In math, Vieta's formulas are a set of equations that directly relate the coefficients of a polynomial equation to sums and products of its roots. For a quadratic equation of the form \( ax^2 + bx + c = 0 \), with roots \( \alpha \) and \( \beta \), Vieta's formulas tell us two key things:

• The sum of the roots, \( \alpha + \beta = -\frac{b}{a} \).
• The product of the roots, \( \alpha \beta = \frac{c}{a} \).

These relationships are incredibly useful. They allow us to find unknown coefficients from known roots or vice versa.

In the given exercise, the quadratics are \( x^2 - 3x + p = 0 \) and \( x^2 - 6x + q = 0 \). Using Vieta's formulas, we can state:

• For the first quadratic, \( \alpha + \beta = 3 \) and \( \alpha \beta = p \).
• For the second quadratic, \( \gamma + \delta = 6 \) and \( \gamma \delta = q \).

These simple relationships are the foundation for solving more complex problems, especially when dealing with roots and progression.

Roots of a quadratic equation are the solutions to the equation, where the polynomial equals zero. For any quadratic equation \( ax^2 + bx + c = 0 \), the roots can be found by applying the quadratic formula:\[x = \frac{-b \pm \sqrt{b^2 - 4ac}}{2a}\]This formula gives two solutions or roots, because quadratics can intersect the x-axis at most two times.

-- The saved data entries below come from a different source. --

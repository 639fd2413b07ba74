import { useQueryClient } from '@tanstack/react-query';
import { useCallback, useEffect, useMemo, useRef, useState } from 'react';
import { call } from '#client/api/call.ts';
import { ProblemError } from '#client/api/problem-error.ts';
import { type OptionPrice, type QuoteView, saveDraft } from '#contract/quotes';
import type { QuoteDraft } from '#domain/quotes/index';
import type { Instant } from '#domain/time/index';
import { type Autosave, createAutosave, type SaveState } from './autosave.ts';
import { quoteQuery } from './queries.ts';

const REST_MS = 600;

type WireDraft = NonNullable<QuoteView['draft']>;

export interface DraftDesk {
  readonly draft: QuoteDraft;
  readonly state: SaveState;
  readonly savedAt: Instant;
  /** Why the last save failed. */
  readonly problem: ProblemError | undefined;
  /** What the server made of the draft when it was last saved. */
  readonly prices: readonly OptionPrice[];
  change(next: QuoteDraft): void;
  /** Saves what is not saved yet; the version to go on from, or undefined when it could not be saved. */
  flush(): Promise<{ draftVersion: number; prices: readonly OptionPrice[] } | undefined>;
  /** After a conflict: the newer draft from the server, in place of one's own. */
  takeTheirs(): Promise<void>;
}

/** A draft being written: on the screen at once, on the server a moment later. */
export function useDraft(quote: QuoteView, initial: QuoteDraft): DraftDesk {
  const client = useQueryClient();
  const [draft, setDraft] = useState(initial);
  const [state, setState] = useState<SaveState>('saved');
  const [savedAt, setSavedAt] = useState<Instant>(quote.changedAt);
  const [problem, setProblem] = useState<ProblemError>();
  const [generation, setGeneration] = useState(0);
  const prices = useRef<readonly OptionPrice[]>(quote.prices);
  const version = useRef(quote.draftVersion);
  const autosave = useRef<Autosave<QuoteDraft>>(undefined);
  const { quoteId } = quote;

  // biome-ignore lint/correctness/useExhaustiveDependencies: a new generation begins anew on the version just read
  useEffect(() => {
    const saving = createAutosave<QuoteDraft>({
      version: version.current,
      restMs: REST_MS,
      save: async (next, from) => {
        const body = { draft: next as WireDraft, draftVersion: from };
        const saved = await call(saveDraft, { params: { quoteId }, body });
        prices.current = saved.prices;
        version.current = saved.draftVersion;
        setSavedAt(saved.savedAt);
        return { version: saved.draftVersion };
      },
      isConflict: (error) => error instanceof ProblemError && error.code === 'conflict',
      onState: (next, error) => {
        setState(next);
        setProblem(error instanceof ProblemError ? error : undefined);
      },
    });
    autosave.current = saving;
    return () => {
      void saving.flush().finally(() => saving.stop());
    };
  }, [quoteId, generation]);

  const change = useCallback((next: QuoteDraft) => {
    setDraft(next);
    autosave.current?.change(next);
  }, []);

  const flush = useCallback(async () => {
    const draftVersion = await autosave.current?.flush();
    return draftVersion === undefined ? undefined : { draftVersion, prices: prices.current };
  }, []);

  const takeTheirs = useCallback(async () => {
    const newer = await client.fetchQuery({ ...quoteQuery(quoteId), staleTime: 0 });
    version.current = newer.draftVersion;
    prices.current = newer.prices;
    setSavedAt(newer.changedAt);
    setState('saved');
    setProblem(undefined);
    if (newer.draft) setDraft(newer.draft);
    setGeneration((before) => before + 1);
  }, [client, quoteId]);

  useWarnBeforeLeaving(state !== 'saved');
  return useMemo(
    () => ({ draft, state, savedAt, problem, prices: prices.current, change, flush, takeTheirs }),
    [draft, state, savedAt, problem, change, flush, takeTheirs],
  );
}

/** The browser asks before a page with unsaved work is closed. */
function useWarnBeforeLeaving(unsaved: boolean): void {
  useEffect(() => {
    if (!unsaved) return;
    const warn = (event: BeforeUnloadEvent) => event.preventDefault();
    window.addEventListener('beforeunload', warn);
    return () => window.removeEventListener('beforeunload', warn);
  }, [unsaved]);
}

In cases where the quadratic can be easily factored, you can find the roots directly from the factors. This is linked to Vieta's calculations as discussed. In our example equations, the unknown variables \( p \) and \( q \) aren’t known directly, but Vieta's formulas help us find expressions for the roots using sum and product information combined with conditions like geometric progression. This method is not just useful for quick calculations, but also ensures we understand underlying patterns, like symmetries in the solutions and how changes in coefficients affect the roots.

A geometric progression (or sequence) is a series of numbers where each term after the first is found by multiplying the previous term by a fixed, non-zero number called the common ratio \( r \). In general, a geometric sequence with a first term \( a \) is written as:\[ a, ar, ar^2, ar^3, \ldots \]
In the exercise, the roots \( \alpha, \beta, \gamma, \delta \) form a geometric progression. Assuming the first root \( \alpha \) is \( a \), the progression becomes:

• \( \beta = ar \)
• \( \gamma = ar^2 \)
• \( \delta = ar^3 \)

This structure is essential in deriving expressions for \( p \) and \( q \).

Equating Vieta's sums to elements of this geometric progression leads to conditional equations, like \( a(1+r) = 3 \) and \( ar^2(1+r) = 6 \). Solving for \( r \) and \( a \) using these equations, under the geometric progression condition, confirms the needed common ratio and initial values for further steps.